▸ What to produce
Below are records; quote them exactly from the first line through the line that contains "for n, at in".

▸ Saved entries
--

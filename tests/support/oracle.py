"""Double-precision direct evaluation of what every feed should carry; slow and independent.

Written from the formulas alone: the law's Fourier series, the filter's response at each harmonic,
the delays from distances, the carrier's phase from time. Shares no code with the renderer but the
filter taps (the signal path is defined by them) and the paths of glides.
"""

from __future__ import annotations

import numpy as np

from beamctl.engine import kernels, sharing
from beamctl.engine.panel import Panel
from beamctl.show.beamstate import BeamState
from beamctl.signal.equaliser import INTERPOLATION_DELAY


def law_series(law: str, depth: float) -> np.ndarray:
    """Fourier coefficients (4096,) of the envelope of a unit tone, by harmonic (fft order)."""
    phase = 2.0 * np.pi * np.arange(4096) / 4096
    x, h = np.cos(phase), np.sin(phase)
    envelope = {
        "dsb": 1.0 + depth * x + 0j,
        "root": np.sqrt(1.0 + depth * x) + 0j,
        "ssb": 1.0 + depth * (x + 1j * h),
        "mam": (1.0 + depth * x + 1j * (1.0 - 0.5 * (depth * x) ** 2)) / (1.0 + 1j),
    }[law]
    return np.fft.fft(0.5 * envelope) / 4096


def direct_feeds(
    panel: Panel,
    state: BeamState,
    samples: np.ndarray,
    tone_hz: float,
    start: int,
    law: str,
    depth: float,
    gain: float,
) -> np.ndarray:
    """(F, samples) float64 of one beam playing a unit tone since `start`, at absolute samples."""
    rate = panel.rate_hz
    wiring = panel.wiring
    taps = wiring.taps_re.astype(np.float64) + 1j * wiring.taps_im
    series = law_series(law, depth)
    harmonics = np.fft.fftfreq(4096, 1 / 4096).astype(int)
    keep = np.abs(series) > 1e-12
    series, harmonics = series[keep], harmonics[keep]
    k = np.arange(len(taps))
    response = np.array(
        [np.sum(taps * np.exp(-2j * np.pi * h * tone_hz * k / (rate / 2))) for h in harmonics]
    )
    late = INTERPOLATION_DELAY + sharing.LOOKAHEAD + kernels.ROW_DELAY
    carrier_hz, slowness, base_s, _ = wiring.steer
    omega = 2.0 * np.pi * carrier_hz
    out = np.zeros((panel.buffers.out.shape[0], len(samples)))
    path = np.array([state.direction_at(int(s)) for s in samples])
    focus = np.array([state.reach_per_m_at(int(s)) for s in samples])
    for n, at in enumerate(wiring.cells[:3].T):
        far = path[:, :3] @ at
        near = focus > 1e-9
        lead = far.copy()
        f = path[near, :3] / focus[near, None]
        lead[near] = np.linalg.norm(f, axis=1) - np.linalg.norm(f - at, axis=1)
        tau = base_s + lead * slowness
        t = samples / rate - tau
        envelope = np.zeros(len(samples), np.complex128)
        for c, r, h in zip(series, response, harmonics, strict=True):
            since = (samples - start - late) / rate - tau
            envelope += c * r * np.exp(2j * np.pi * h * tone_hz * since)
        out[wiring.feed[n]] += gain * np.real(envelope * np.exp(1j * omega * t))
    return out
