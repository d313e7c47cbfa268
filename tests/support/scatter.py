"""Panels drawn at random: every shape, loom and fault that a cell map can state."""

from __future__ import annotations

from typing import Any, NamedTuple

import numpy as np

from beamctl.acoustics import cells as maps
from beamctl.acoustics.cells import CellMap

PAIR_M = 0.0078  # under a wavelength in every air and for every carrier drawn here


class Drawn(NamedTuple):
    """A panel at random: its cells, the keys of its spec, and its air."""

    label: str
    cells: CellMap
    spec: dict[str, Any]
    air: dict[str, float]


def _shape(rng: np.random.Generator, kind: str, widest_m: float) -> np.ndarray:
    """Positions (N, 3) of a grid, of a hexagon, or of a grid shaken by a tenth of its pitch."""
    pitch_m = float(rng.uniform(0.005, widest_m))
    if kind == "hex":
        return maps.hex_positions(int(rng.integers(3, 6)), pitch_m)
    columns, rows = (int(n) for n in rng.integers(6, 15, 2))
    at_m = maps.grid_positions(columns, rows, pitch_m)
    if kind == "csv":
        at_m[:, [0, 2]] += rng.uniform(-0.1, 0.1, (len(at_m), 2)) * pitch_m
    return at_m


def _own_feeds(rng: np.random.Generator, at_m: np.ndarray, shared: bool) -> np.ndarray:
    """Feed numbers out of order; `shared` feeds take in the cell next to theirs, if one is free."""
    feed = np.full(len(at_m), -1)
    numbers = iter(rng.permutation(len(at_m)))
    for n in rng.permutation(len(at_m)):
        if feed[n] < 0:
            feed[n] = next(numbers)
            apart = np.where(feed < 0, np.linalg.norm(at_m - at_m[n], axis=1), np.inf)
            nearest = int(np.argmin(apart))
            if shared and apart[nearest] < PAIR_M:
                feed[nearest] = feed[n]
    return np.unique(feed, return_inverse=True)[1]


def _faults(rng: np.random.Generator, at_m: np.ndarray, feed: np.ndarray) -> CellMap:
    """Reversed, late, trimmed feeds, and up to a tenth of the cells dead."""
    feeds = int(feed.max()) + 1
    return CellMap(
        at_m=at_m,
        feed=feed,
        polarity=rng.choice([-1.0, 1.0], feeds)[feed],
        phase_deg=rng.uniform(-180.0, 180.0, feeds)[feed],
        dead=rng.random(len(at_m)) < rng.uniform(0.0, 0.1),
        trim_db=rng.uniform(-6.0, 0.0, feeds),
    )


def draw_panel(rng: np.random.Generator, index: int) -> Drawn:
    """Panel number `index`: shapes and looms in turn, everything else at random.

    Carriers are multiples of 400 Hz: 480 samples at 192 kHz hold whole periods.
    """
    kind = ("grid", "hex", "csv")[index % 3]
    loom = ("each", "columns", "rows", "own", "shared")[index // 3 % 5]
    at_m = _shape(rng, kind, 0.0065 if loom == "shared" else 0.0105)
    if kind == "csv" and loom in ("columns", "rows"):
        loom = "own"  # shaken cells share no column
    if loom in ("own", "shared"):
        feed = _own_feeds(rng, at_m, loom == "shared")
    else:
        feed = maps.loom(at_m, loom)
    spec = {
        "at_m": tuple(rng.uniform(-3.0, 3.0, 3).tolist()),
        "pan_deg": float(rng.uniform(-180.0, 180.0)),
        "tilt_deg": float(rng.uniform(-60.0, 30.0)),
        "roll_deg": float(rng.uniform(-180.0, 180.0)),
        "carrier_hz": 400.0 * float(rng.integers(96, 105)),
        "cell_mm": float(rng.uniform(4.0, 10.0)),
        "q": float(rng.uniform(3.0, 40.0)),
        "first_feed": int(rng.integers(1, 9)),
    }
    air = {
        "temperature_c": float(rng.uniform(5.0, 30.0)),
        "humidity_pct": float(rng.uniform(10.0, 95.0)),
        "pressure_kpa": float(rng.uniform(80.0, 102.0)),
    }
    return Drawn(f"{index} {kind} {loom}", _faults(rng, at_m, feed), spec, air)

--

▸ Task answer
filename tests/support/oracle.py
"""Double-precision direct evaluation of what every feed should carry; slow and independent.

Written from the formulas alone: the law's Fourier series, the filter's response at each harmonic,
the delays from distances, the carrier's phase from time. Shares no code with the renderer but the
filter taps (the signal path is defined by them) and the paths of glides.
"""

from __future__ import annotations

import numpy as np

from beamctl.engine import kernels, sharing
from beamctl.engine.panel import Panel
from beamctl.show.beamstate import BeamState
from beamctl.signal.equaliser import INTERPOLATION_DELAY


def law_series(law: str, depth: float) -> np.ndarray:
    """Fourier coefficients (4096,) of the envelope of a unit tone, by harmonic (fft order)."""
    phase = 2.0 * np.pi * np.arange(4096) / 4096
    x, h = np.cos(phase), np.sin(phase)
    envelope = {
        "dsb": 1.0 + depth * x + 0j,
        "root": np.sqrt(1.0 + depth * x) + 0j,
        "ssb": 1.0 + depth * (x + 1j * h),
        "mam": (1.0 + depth * x + 1j * (1.0 - 0.5 * (depth * x) ** 2)) / (1.0 + 1j),
    }[law]
    return np.fft.fft(0.5 * envelope) / 4096


def direct_feeds(
    panel: Panel,
    state: BeamState,
    samples: np.ndarray,
    tone_hz: float,
    start: int,
    law: str,
    depth: float,
    gain: float,
) -> np.ndarray:
    """(F, samples) float64 of one beam playing a unit tone since `start`, at absolute samples."""
    rate = panel.rate_hz
    wiring = panel.wiring
    taps = wiring.taps_re.astype(np.float64) + 1j * wiring.taps_im
    series = law_series(law, depth)
    harmonics = np.fft.fftfreq(4096, 1 / 4096).astype(int)
    keep = np.abs(series) > 1e-12
    series, harmonics = series[keep], harmonics[keep]
    k = np.arange(len(taps))
    response = np.array(
        [np.sum(taps * np.exp(-2j * np.pi * h * tone_hz * k / (rate / 2))) for h in harmonics]
    )
    late = INTERPOLATION_DELAY + sharing.LOOKAHEAD + kernels.ROW_DELAY
    carrier_hz, slowness, base_s, _ = wiring.steer
    omega = 2.0 * np.pi * carrier_hz
    out = np.zeros((panel.buffers.out.shape[0], len(samples)))
    path = np.array([state.direction_at(int(s)) for s in samples])
    focus = np.array([state.reach_per_m_at(int(s)) for s in samples])
    for n, at in enumerate(wiring.cells[:3].T):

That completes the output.